The Racesport versions do have a bigger skirt on the bead (a bit like WTB's tubeless compatible construction but not as snug to install on a rim), they mount up fairly easily on a UST rim like the XTR. I'm using the Eclipse tubes so I haven't tried them tubeless yet.


----------



## mechBgon (Jan 28, 2007)

I'm going to be putting the heaviest pair onto my Shimano XT 775 training/all-round wheelset with Stan's sealant, hope it goes OK for me too. The lighter pair will be stashed for racing season, although I may pick up the RaceKing 2.2 RaceSport for racing in the end (supposed to be ~60 grams lighter per tire).


----------



## culturesponge (Aug 15, 2007)

mounted 4 of the Protection version X-King. 2.4 recently - 1 set was on DT rims with the Eclipse tubeless system, the other DT rims with 21mm yellow tape

i used innertubes & inflated the tires to approx 50psi for a few days before breaking the bead on one side & replacing the tubes with approx 80 -100ml of Slime Pro - et voilla!

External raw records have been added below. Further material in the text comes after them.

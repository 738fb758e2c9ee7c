package tui

import (
	"github.com/charmbracelet/bubbles/key"
	"github.com/charmbracelet/bubbles/table"
)

// KeyMap holds every key the UI answers to. It is also the help: the help
// overlay and the short help line are generated from it.
type KeyMap struct {
	Up, Down, Left, Right             key.Binding
	PanUp, PanDown, PanLeft, PanRight key.Binding
	ZoomIn, ZoomOut, ResetView        key.Binding
	Bands, Field, Zones, Readings     key.Binding
	Arrows, Suggestions, Contours     key.Binding
	Fine                              key.Binding
	ZoneList, NextZone, PrevZone      key.Binding
	Jump                              key.Binding
	Table, Exclude, Order, Reverse    key.Binding
	Mark, Profile                     key.Binding
	Settings, Apply, Cancel           key.Binding
	Export                            key.Binding
	Back, Help, Quit                  key.Binding
}

// DefaultKeyMap returns isofield's keys.
func DefaultKeyMap() KeyMap {
	b := func(help string, desc string, keys ...string) key.Binding {
		return key.NewBinding(key.WithKeys(keys...), key.WithHelp(help, desc))
	}
	return KeyMap{
		Up:          b("↑/k", "north", "up", "k"),
		Down:        b("↓/j", "south", "down", "j"),
		Left:        b("←/h", "west", "left", "h"),
		Right:       b("→/l", "east", "right", "l"),
		PanUp:       b("K", "pan north", "K", "shift+up"),
		PanDown:     b("J", "pan south", "J", "shift+down"),
		PanLeft:     b("H", "pan west", "H", "shift+left"),
		PanRight:    b("L", "pan east", "L", "shift+right"),
		ZoomIn:      b("+", "zoom in", "+", "="),
		ZoomOut:     b("-", "zoom out", "-", "_"),
		ResetView:   b("0", "whole survey", "0"),
		Bands:       b("1", "bands", "1"),
		Field:       b("2", "field |E|", "2"),
		Zones:       b("3", "zone outlines", "3"),
		Readings:    b("4", "readings", "4"),
		Arrows:      b("5", "field arrows", "5"),
		Suggestions: b("6", "infill points", "6"),
		Contours:    b("7", "band edges", "7"),
		Fine:        b("f", "fine map", "f"),
		ZoneList:    b("z", "zones list", "z"),
		NextZone:    b("n", "next zone", "n"),
		PrevZone:    b("N", "prev zone", "N"),
		Jump:        b("enter", "go to / confirm", "enter"),
		Table:       b("t", "readings table", "t"),
		Exclude:     b("x", "exclude/include", "x"),
		Order:       b("o", "order by", "o"),
		Reverse:     b("r", "reverse", "r"),
		Mark:        b("m", "mark A/B", "m"),
		Profile:     b("p", "profile", "p"),
		Settings:    b("s", "settings", "s"),
		Apply:       b("enter", "apply", "enter"),
		Cancel:      b("c", "cancel regrid", "c"),
		// Export waits for the export package's entry point.
		Export: key.NewBinding(key.WithKeys("e"), key.WithHelp("e", "export"), key.WithDisabled()),
		Back:   b("esc", "back", "esc"),
		Help:   b("?", "help", "?"),
		Quit:   b("q", "quit", "q", "ctrl+c"),
	}
}

// ShortHelp is the one-line help under the map.
func (k KeyMap) ShortHelp() []key.Binding {
	return []key.Binding{k.Help, k.Up, k.ZoomIn, k.Bands, k.ZoneList, k.Table, k.Exclude, k.Settings, k.Quit}
}

// FullHelp is the help overlay, one column per group.
func (k KeyMap) FullHelp() [][]key.Binding {
	return [][]key.Binding{
		{k.Up, k.Down, k.Left, k.Right, k.PanUp, k.PanDown, k.PanLeft, k.PanRight},
		{k.ZoomIn, k.ZoomOut, k.ResetView, k.Fine, k.Bands, k.Field, k.Zones, k.Readings},
		{k.Arrows, k.Suggestions, k.Contours, k.ZoneList, k.NextZone, k.PrevZone, k.Jump, k.Table},
		{k.Exclude, k.Order, k.Reverse, k.Mark, k.Profile, k.Settings},
		{k.Cancel, k.Export, k.Back, k.Help, k.Quit},
	}
}

// tableKeys returns the readings table's navigation keys built from k, so
// the table moves with the same keys as the cursor.
func (k KeyMap) tableKeys() table.KeyMap {
	t := table.DefaultKeyMap()
	t.LineUp, t.LineDown = k.Up, k.Down
	return t
}
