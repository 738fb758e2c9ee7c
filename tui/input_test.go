package tui

import (
	"strings"
	"testing"

	tea "github.com/charmbracelet/bubbletea"
	"github.com/charmbracelet/lipgloss"
)

// TestTextInput types into the reason field as a user would: the value,
// the character limit, and the cursor drawn without colour.
func TestTextInput(t *testing.T) {
	tests := []struct {
		name  string
		limit int
		keys  []tea.KeyMsg
		value string
		view  string // the mono view, prompt "> ", trailing spaces cut
	}{
		{"typing", 40, runes("wet ground"), "wet ground", "> wet ground_"},
		{"backspace", 40, append(runes("wett"), tea.KeyMsg{Type: tea.KeyBackspace}), "wet", "> wet_"},
		{"cursor left then insert", 40, append(runes("wt"), tea.KeyMsg{Type: tea.KeyLeft}, runes("e")[0]), "wet", "> we_t"},
		{"ctrl+u clears before the cursor", 40, append(runes("old"), tea.KeyMsg{Type: tea.KeyCtrlU}), "", "> _"},
		{"limit of 8", 8, runes("0123456789"), "01234567", "> 01234567_"},
		{"pasted text cut at the limit", 7, []tea.KeyMsg{{Type: tea.KeyRunes, Runes: []rune("rebar chair"), Paste: true}}, "rebar c", "> rebar c_"},
	}
	for _, tt := range tests {
		t.Run(tt.name, func(t *testing.T) {
			in := newTextInput(testStyles(false), tt.limit)
			in.Prompt = "> "
			in.Focus()
			for _, k := range tt.keys {
				in, _ = in.Update(k)
			}
			if got := in.Value(); got != tt.value {
				t.Errorf("value %q, want %q", got, tt.value)
			}
			if got := strings.TrimRight(in.View(), " "); got != tt.view {
				t.Errorf("view %q, want %q", got, tt.view)
			}
		})
	}
}

func runes(s string) []tea.KeyMsg {
	var out []tea.KeyMsg
	for _, r := range s {
		if r == ' ' {
			out = append(out, tea.KeyMsg{Type: tea.KeySpace, Runes: []rune{' '}})
			continue
		}
		out = append(out, tea.KeyMsg{Type: tea.KeyRunes, Runes: []rune{r}})
	}
	return out
}

// TestProgressView draws the bar at 0, a third and all, by width.
func TestProgressView(t *testing.T) {
	bar := newProgress(testStyles(false))
	for _, tt := range []struct {
		frac  float64
		width int
		want  string
	}{
		{0, 15, "░░░░░░░░░░   0%"},
		{1.0 / 3, 15, "███░░░░░░░  33%"},
		{1, 15, "██████████ 100%"},
		{2, 15, "██████████ 100%"},
	} {
		got := progressView(bar, tt.width, tt.frac)
		if got != tt.want || lipgloss.Width(got) != tt.width {
			t.Errorf("progressView(%g, width %d) = %q, want %q", tt.frac, tt.width, got, tt.want)
		}
	}
}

all 4 tires hold air without loss once they had been for a spin around the block, but seeped air without being ridden

best XC tires on the market - imho


----------



## BlownCivic (Sep 12, 2006)

They need to release a Supersonic version of this tire in 2.4!


----------



## jochribs (Nov 12, 2009)

I have the racesports in 2.4 and they mounted really easily. They didn't seal up great with Caffe Latex, so after a day or so of goofing with that I cleaned it out, remounted and put in Stan's. Been fine since. This was my first foray at tubeless and I'd say it was pretty painless.


----------



## facelessfools (Aug 30, 2008)

bholwell said:


> But the RaceSport versions are supposed to be tubeless ready, correct? http://www.conti-online.com/generat.../bicycle/general/innovation/racesport_en.html


this is true but mine has a bunch of pin holes in the sidewall between the tread compound and sidewall where the two compounds meet. had around 4 rides and gets low on everyone. hopefully ill get it set soon..


----------



## culturesponge (Aug 15, 2007)

facelessfools said:


> this is true but mine has a bunch of pin holes in the sidewall between the tread compound and sidewall where the two compounds meet. had around 4 rides and gets low on everyone. hopefully ill get it set soon..


argh - not good

this *might* help: 
wipe the sidewalls with a clean cloth & stick small squares of electrical tape (for example) over the holes then rest the wheel so the sealant pools over the holes, flip and shake the wheel a few times + add air if/when ness

...what sealant are you using?

good luck


----------



## facelessfools (Aug 30, 2008)

just one tire. i have a raceking SS in the rear and the racesport xking front. ill keep working at it, should be pretty damn close by now to sealing


----------



## culturesponge (Aug 15, 2007)

should be a great combo

if no luck - i'll take it off your hands


----------



## facelessfools (Aug 30, 2008)

the tire grips well! both do, the race king gives similar grip to the racing ralph for less money and weight! 
went with the xking for extra confidence in the loose for the fontana winter series


----------



## mechBgon (Jan 28, 2007)

What are the pros and cons of Slime Pro versus Stan's? Is one slower to evaporate than the other?


----------



## ayjay69 (Mar 9, 2008)

Slime Pro is weak, I used it whole season... It simply does not work... Stan sealant is the best from all, trust me.


----------



## turbogrover (Dec 4, 2005)

Can I buy the X-King 2.4 tires from a US distributor or shop somewhere?


----------



## mechBgon (Jan 28, 2007)

turbogrover said:


> Can I buy the X-King 2.4 tires from a US distributor or shop somewhere?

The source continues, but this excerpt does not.